Collected data entries

┄┄┄┄┄┄┄┄┄┄┄┄┄┄┄┄┄┄┄┄

// Saving keeps the user's file. Update writes a method over the text of the
// file it came from, changing only what differs: a changed value is replaced
// where it stands (its quoting, the comment after it and the line's layout
// kept), a key that became default-free is added to the end of its own
// table, a key the method no longer has is removed with its line, an added
// compound or ramp is inserted after its neighbours and a removed one is
// removed with the comment lines directly above it. Everything else (comments,
// blank lines, key order, number spelling) stays byte for byte.
//
// How: the original text is parsed into the method it means, and that
// method is written by Marshal (A); the new method is written by Marshal too
// (B). A and B are in one canonical layout, so comparing them key by key
// gives exactly what changed; each change is then placed in the original
// text at the position go-toml's unstable parser reports. The result is
// parsed again and must write out exactly as B; if it does not (a layout
// the placer does not handle, such as inline tables), Update falls back to
// B itself and says so.

// Update returns the text of m written over orig (the file's current text,
// name used in messages). inPlace is false when orig could not be kept (it
// is not a valid method, or its layout defeated the placer) and the result
// is a fresh Marshal of m.
func Update(name string, orig []byte, m *Method) (data []byte, inPlace bool, err error) {
	b, err := Marshal(m)
	if err != nil {
		return nil, false, err
	}
	if len(orig) == 0 {
		return b, false, nil
	}
	body, bom := orig, []byte(nil)
	if bytes.HasPrefix(body, utf8BOM) {
		body, bom = body[len(utf8BOM):], utf8BOM
	}
	old, err := Parse(name, body)
	if err != nil {
		return b, false, nil
	}
	a, err := Marshal(old)
	if err != nil {
		return b, false, nil
	}
	if bytes.Equal(a, b) {
		return orig, true, nil
	}
	out, ok := patch(body, a, b)
	if !ok {
		return b, false, nil
	}
	// The placed text must mean exactly the new method.
	got, err := Parse(name, out)
	if err != nil {
		return b, false, nil
	}
	if again, err := Marshal(got); err != nil || !bytes.Equal(again, b) {
		return b, false, nil
	}
	if bom != nil {
		out = append(append([]byte{}, bom...), out...)
	}
	return out, true, nil
}

var utf8BOM = []byte{0xEF, 0xBB, 0xBF}

// tkv is one key = value line of a document.
type tkv struct {
	rel              string // key relative to its table (dotted if dotted)
	lineStart        int    // start of the line the key is on
	valStart, valEnd int    // the value's bytes
	lineEnd          int    // just after the newline ending the value's line
}
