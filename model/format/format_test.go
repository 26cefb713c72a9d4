package format

import "testing"

func TestRs(t *testing.T) {
	cases := []struct {
		rs, target float64
		want       string
	}{
		{1.4951, 1.5, "1.495 not met (target 1.50)"},
		{1.4999, 1.5, "1.4999 not met (target 1.50)"},
		{1.5, 1.5, "1.500 met (target 1.50)"},
		{1.5049, 1.5, "1.505 met (target 1.50)"},
		{1.62, 1.5, "1.62 met (target 1.50)"},
		{1.06, 1.5, "1.06 not met (target 1.50)"},
		{2.0, 1.75, "2.00 met (target 1.75)"},
		{1.0, 1.505, "1.00 not met (target 1.505)"},
	}
	for _, c := range cases {
		if got := Rs(c.rs, c.target); got != c.want {
			t.Errorf("Rs(%v, %v) = %q, want %q", c.rs, c.target, got, c.want)
		}
	}
	if Met(1.4951, 1.5) || !Met(1.5, 1.5) {
		t.Error("Met compares the unrounded value")
	}
	if CriticalPair("a", "b") != "◆ a / b" {
		t.Error(CriticalPair("a", "b"))
	}
}

func TestNum(t *testing.T) {
	for x, want := range map[float64]string{1.2: "1.2", 325: "325", 0.25: "0.25", 1e-9: "1e-09", 0: "0", 101.325: "101.325", 2e9: "2e+09", -40: "-40"} {
		if got := Num(x); got != want {
			t.Errorf("Num(%v) = %q, want %q", x, got, want)
		}
	}
}

// A run with a target after the program is never "met", whatever the
// resolution of the eluted pairs.
func TestRsAllNotEluted(t *testing.T) {
	if got := RsAll(1.71, 1.5, []string{"nootkatone"}); got != "1.71 not met (target 1.50; nootkatone does not elute)" {
		t.Errorf("RsAll = %q", got)
	}
	if got := RsAll(1.71, 1.5, nil); got != Rs(1.71, 1.5) {
		t.Errorf("RsAll without late targets = %q", got)
	}
	if MetAll(1.71, 1.5, 1) || !MetAll(1.71, 1.5, 0) || VerdictAll(2, 1.5, 2) != "not met" {
		t.Error("MetAll/VerdictAll")
	}
	if got := NotEluted([]string{"a", "b", "c", "d", "e"}); got != "a, b, c and 2 more do not elute" {
		t.Errorf("NotEluted = %q", got)
	}
}

func TestOnStepAndClean(t *testing.T) {
	for _, c := range []struct {
		x, step float64
		want    string
	}{{82.25, 0.1, "82.3"}, {82.30000000000001, 0.1, "82.3"}, {6.942, 0.01, "6.94"}, {12, 0.25, "12.00"}, {37, 5, "35"},
		// half-way values round in decimal, away from zero, as written
		// (in binary 308.95 and 12.35 lie just below the half-way point
		// and 1.005 too; a float rounding gives 308.9, 12.3 and 1.00)
		{308.95, 0.1, "309.0"}, {12.35, 0.1, "12.4"}, {-12.35, 0.1, "-12.4"}, {1.005, 0.01, "1.01"},
		{12.345, 0.1, "12.3"}, {50.04, 0.1, "50.0"}, {240.06, 0.1, "240.1"}, {0.375, 0.25, "0.50"},
		{-0.04, 0.1, "0.0"}, {1e-7, 0.1, "0.0"}, {0.035, 0.01, "0.04"}} {
		if got := OnStep(c.x, c.step); got != c.want {
			t.Errorf("OnStep(%v, %v) = %q, want %q", c.x, c.step, got, c.want)
		}
	}
	if got := Clean(36.66666666666667); got != "36.6666666667" {
		t.Errorf("Clean = %q", got)
	}
	if got := Clean(308.90000000000003); got != "308.9" {
		t.Errorf("Clean = %q", got)
	}
}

┄┄┄┄┄┄┄┄┄┄┄┄┄┄┄┄┄┄┄┄

### Problem
Look above for the line holding "old, err := Parse(name, body)". Print it and every line after it, exactly, through the line holding "func TestRsAllNotEluted(t *testing.T)".

### Answer for the task
	old, err := Parse(name, body)
	if err != nil {
		return b, false, nil
	}
	a, err := Marshal(old)
	if err != nil {
		return b, false, nil
	}
	if bytes.Equal(a, b) {
		return orig, true, nil
	}
	out, ok := patch(body, a, b)
	if !ok {
		return b, false, nil
	}
	// The placed text must mean exactly the new method.
	got, err := Parse(name, out)
	if err != nil {
		return b, false, nil
	}
	if again, err := Marshal(got); err != nil || !bytes.Equal(again, b) {
		return b, false, nil
	}
	if bom != nil {
		out = append(append([]byte{}, bom...), out...)
	}
	return out, true, nil
}

var utf8BOM = []byte{0xEF, 0xBB, 0xBF}

// tkv is one key = value line of a document.
type tkv struct {
	rel              string // key relative to its table (dotted if dotted)
	lineStart        int    // start of the line the key is on
	valStart, valEnd int    // the value's bytes
	lineEnd          int    // just after the newline ending the value's line
}
filename model/format/format_test.go
repository 26cefb713c72a9d4
package format

import "testing"

func TestRs(t *testing.T) {
	cases := []struct {
		rs, target float64
		want       string
	}{
		{1.4951, 1.5, "1.495 not met (target 1.50)"},
		{1.4999, 1.5, "1.4999 not met (target 1.50)"},
		{1.5, 1.5, "1.500 met (target 1.50)"},
		{1.5049, 1.5, "1.505 met (target 1.50)"},
		{1.62, 1.5, "1.62 met (target 1.50)"},
		{1.06, 1.5, "1.06 not met (target 1.50)"},
		{2.0, 1.75, "2.00 met (target 1.75)"},
		{1.0, 1.505, "1.00 not met (target 1.505)"},
	}
	for _, c := range cases {
		if got := Rs(c.rs, c.target); got != c.want {
			t.Errorf("Rs(%v, %v) = %q, want %q", c.rs, c.target, got, c.want)
		}
	}
	if Met(1.4951, 1.5) || !Met(1.5, 1.5) {
		t.Error("Met compares the unrounded value")
	}
	if CriticalPair("a", "b") != "◆ a / b" {
		t.Error(CriticalPair("a", "b"))
	}
}

func TestNum(t *testing.T) {
	for x, want := range map[float64]string{1.2: "1.2", 325: "325", 0.25: "0.25", 1e-9: "1e-09", 0: "0", 101.325: "101.325", 2e9: "2e+09", -40: "-40"} {
		if got := Num(x); got != want {
			t.Errorf("Num(%v) = %q, want %q", x, got, want)
		}
	}
}

// A run with a target after the program is never "met", whatever the
// resolution of the eluted pairs.
func TestRsAllNotEluted(t *testing.T) {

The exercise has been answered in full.